Support for the platform by system providers also got a big boost this week. At the same GTC conference, it was revealed that Inspur is launching its AI Super-Server AGX-5, becoming the first Chinese OEM to build a system based on the HGX-2. Huawei, Lenovo, and Sugon also disclosed that they have become NVIDIA HGX-2 cloud server platform partners. That news comes on the heels of announcements in May from Foxconn, Inventec, Quanta and Wistron, four of the world’s largest ODMs, that will be offering HGX-2-based systems before the end of the year.

The demand for such systems is related to its raw computing capacity and its ability to make that capacity act as a unified accelerator. A single HGX-2 node can deliver two petaflops of 16/32-bit Tensor Core performance for AI workloads and 125 teraflops of 64-bit performance for more traditional HPC. To support that computation, it provides half a terabyte of memory and 16 TB/second of aggregate memory bandwidth. According to NVIDIA, an HGX-2 system can run machine learning workloads nearly 550 times faster, deep learning workloads nearly 300 times faster, and HPC workloads nearly 160 times faster than a dual-socket CPU-powered server.

Of course, you’re going to pay a good bit of money for that privilege. The DGX-2, NVIDIA’s own HGX-2 box that includes 30 TB of NVMe storage, retails for $400K. HGX-2 implementations from OEMs, and especially ODMs, are likely to be a significantly less expensive.

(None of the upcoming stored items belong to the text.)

//! Spin 1 with an axial splitting in a transverse field.
//!
//! Source: M. W. Doherty et al., Phys. Rep. 528, 1 (2013), Hamiltonian and
//! constants; levels of the 3x3 matrix in closed form: D and (D -+ sqrt(D^2 + 4 b^2))/2.

use super::solved::{close, level, parts, record, samples, series};

#[test]
fn a_transverse_field_acts_in_second_order() {
    // Degenerate at zero field in first order; level 2 stays, level 3 goes up.
    let formulas = [
        level("lower", 1, "", "MHz", 4, 1e-3),
        level("middle", 2, "", "MHz", 4, 1e-3),
        level("upper", 3, "", "MHz", 4, 1e-3),
    ]
    .concat();
    let found = record(&parts(
        "D: 2.870 GHz, gamma: 28.03 GHz/T",
        "S: spin 1",
        "D*S.z^2 + gamma*B*S.x",
        "",
        "symbol: B, unit: mT, within: [-2, 2]",
        &formulas,
    ));
    let (d, gamma) = (2870.0, 28.03);
    let second = gamma * gamma / d;
    let fourth = second * second / d;
    for (name, start, sign) in [("lower", 0.0, -1.0), ("middle", d, 0.0), ("upper", d, 1.0)] {
        let e = series(&found, name);
        close(e[0], start, 1e-13, d, name);
        close(e[2], sign * second, 1e-10, second, name);
        close(e[4], -sign * fourth, 1e-8, fourth, name);
        close(e[1], 0.0, 1e-12, second, name);
        for [field, exact, _] in samples(&found, name) {
            let b = gamma * field;
            let root = (d * d + 4.0 * b * b).sqrt();
            let closed = if name == "middle" { d } else { 0.5 * (d + sign * root) };
            close(exact, closed, 1e-12, d, name);
        }
    }
}

/// A tilted field: E2 of the lowest level is that of its transverse part, and the
/// axial part splits the upper two in first order.
#[test]
fn a_tilted_field_splits_and_shifts() {
    let formulas = [
        level("lower", 1, "", "MHz", 2, 0.1),
        level("middle", 2, "", "MHz", 2, 0.1),
        level("upper", 3, "", "MHz", 2, 0.1),
    ]
    .concat();
    let found = record(&parts(
        "D: 2.870 GHz, gamma: 28.03 GHz/T",
        "S: spin 1",
        "D*S.z^2 + gamma*B*(0.6*S.x + 0.8*S.z)",
        "",
        "symbol: B, unit: mT, within: [-0.5, 0.5]",
        &formulas,
    ));
    let (d, gamma) = (2870.0, 28.03);
    let transverse = 0.36 * gamma * gamma / d;
    let lower = series(&found, "lower");
    close(lower[2], -transverse, 1e-10, 0.0, "lower");
    assert_eq!((lower[1], lower[3]), (0.0, 0.0));
    close(series(&found, "middle")[1], -0.8 * gamma, 1e-12, 0.0, "middle");
    close(series(&found, "upper")[1], 0.8 * gamma, 1e-12, 0.0, "upper");
    // Both upper levels share the second-order rise b^2/D of the pair equally.
    close(series(&found, "middle")[2], 0.5 * transverse, 1e-10, 0.0, "middle");
    close(series(&found, "upper")[2], 0.5 * transverse, 1e-10, 0.0, "upper");
}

Although most of HGX-2-based machinery will be applied to AI, some of these systems will get a workout from science and engineering simulations, which will take advantage of the hardware’s 64-bit capabilities. Recent DGX-2 deployments in the US at Brookhaven National Lab, Oak Ridge National Lab, Pacific Northwest National Laboratory, and Sandia National Laboratories are likely to see a significant amount for HPC action.

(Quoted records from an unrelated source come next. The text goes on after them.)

impl<T: Scalar> Set<T> {
    /// Finds the set that holds the level with this number at the operating point.
    pub(super) fn find(model: &dyn Model<T>, number: usize) -> Result<Self> {
        let found = Self::find_any(model, number)?;
        if found.gap <= UNSURE * model.degeneracy_scale() {
            return Err(near_degenerate(number, found.gap, model.degeneracy_scale()));
        }
        Ok(found)
    }

    /// A level of a band that is clearly alone, without its neighbours; `None` if it has to be
    /// looked at more closely.
    fn alone(model: &dyn Model<T>, number: usize) -> Result<Option<Self>> {
        let matrix = model.expansion(0);
        if number == 0 || number > matrix.order() {
            return Ok(None);
        }
        let Some((pair, gap)) = alone(matrix, number)? else { return Ok(None) };
        if gap <= 2.0 * UNSURE * model.degeneracy_scale() {
            return Ok(None);
        }
        let states = vec![pair.state.clone()];
        let (energy, energy_doubt) = common(model, &states, gap);
        Ok(Some(Self { first: number - 1, energy, energy_doubt, gap, states, lowest: vec![pair] }))
    }

    /// [`Set::find`] that accepts a doubtful gap to the next set: a pair is smooth
    /// there.
    pub(super) fn find_any(model: &dyn Model<T>, number: usize) -> Result<Self> {
        let order = model.order();
        if number == 0 || number > order {
            return Err(Error::spec(
                Diagnostic::new("no-such-level", format!("there is no level {number}"))
                    .found(format!("level {number}"))
                    .expected(format!("a level from 1 to {order}, the number of states"))
                    .action("ask for a lower level"),
            ));
        }
        let matrix = model.expansion(0);
        let same = model.degeneracy_scale();
        let limit = if matches!(matrix, Hermitian::Banded(_)) { WHOLE_BAND } else { WHOLE };
        let whole = order <= limit;
        let mut count = if whole { order } else { LISTED.max(number.saturating_add(2)).min(order) };
        loop {
            let pairs = if whole { spectrum(matrix)? } else { lowest(matrix, count)? };
            if pairs.len() < count {
                return Err(Error::internal("fewer levels were found than the matrix has"));
            }
            let idx = number - 1;
            let mut from = idx;
            while from > 0 && pairs[from].energy - pairs[from - 1].energy <= same {
                from -= 1;
            }
            let mut to = idx + 1;
            while to < count && pairs[to].energy - pairs[to - 1].energy <= same {
                to += 1;
            }
            if to == count && count < order {
                count = (2 * count).min(order);
                continue;
            }
            let below = (from > 0).then(|| pairs[from].energy - pairs[from - 1].energy);
            let above = (to < count).then(|| pairs[to].energy - pairs[to - 1].energy);
            let states: Vec<State<T>> = pairs[from..to].iter().map(|pair| pair.state.clone()).collect();
            let gap = below.into_iter().chain(above).fold(f64::INFINITY, f64::min);
            let (energy, energy_doubt) = common(model, &states, gap);
            return Ok(Self { first: from, energy, energy_doubt, gap, states, lowest: pairs });
        }
    }

    /// The reduced resolvent at `energy` outside `states`: over the spectrum where all of
    /// it is at hand, else by a solve.
    pub(super) fn resolve(
        &self,
        matrix: &Hermitian<T>,
        energy: f64,
        states: &[State<T>],
        right: &State<T>,
    ) -> Result<State<T>> {
        if self.lowest.len() < matrix.order() {
            return reduced_solve(matrix, energy, states, right);
        }
        let mut out = State::zeros(right.len());
        for pair in &self.lowest {
            let inside =
                states.iter().fold(0.0, |sum, member| sum + member.dotc(&pair.state).modulus_squared());
            if inside < 0.5 {
                let amount = pair.state.dotc(right).unscale(pair.energy - energy);
                out.axpy(amount, &pair.state, T::one());
            }
        }
        for member in states {
            let amount = member.dotc(&out);
            out.axpy(-amount, member, T::one());
        }
        Ok(out)
    }

    /// The effective series of the whole set.
    pub(super) fn series(&self, model: &dyn Model<T>) -> Result<Effective<T>> {
        let matrix = model.expansion(0);
        let powers: Vec<&Hermitian<T>> = (1..=HIGHEST_POWER).map(|power| model.expansion(power)).collect();
        let space = Space {
            unperturbed: matrix,
            powers: &powers,
            energies: &vec![self.energy; self.states.len()],
            reference: self.energy,
            states: &self.states,
        };
        let resolvent =
            if self.lowest.len() < matrix.order() { Resolvent::new(matrix, self.energy)? } else { None };
        effective(&space, &mut |_, right| match &resolvent {
            Some(resolvent) => Ok(resolvent.solve(&self.states, right)),
            None => self.resolve(matrix, self.energy, &self.states, right),
        })
    }
}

The potential for more of this kind of work also exists in the cloud deployments at Oracle, Baidu, and Tencent, since some customers with GPU-capable HPC codes could be drawn to performance-boost afforded by NVSwitch. Giving more customers accessibility to these systems via the cloud could create something of a virtuous circle, where more applications exposed to these GPU-dense environments creates additional demand for the underlying platform. Which is why we should expect to see more cloud partnerships around HGX-2 in the future.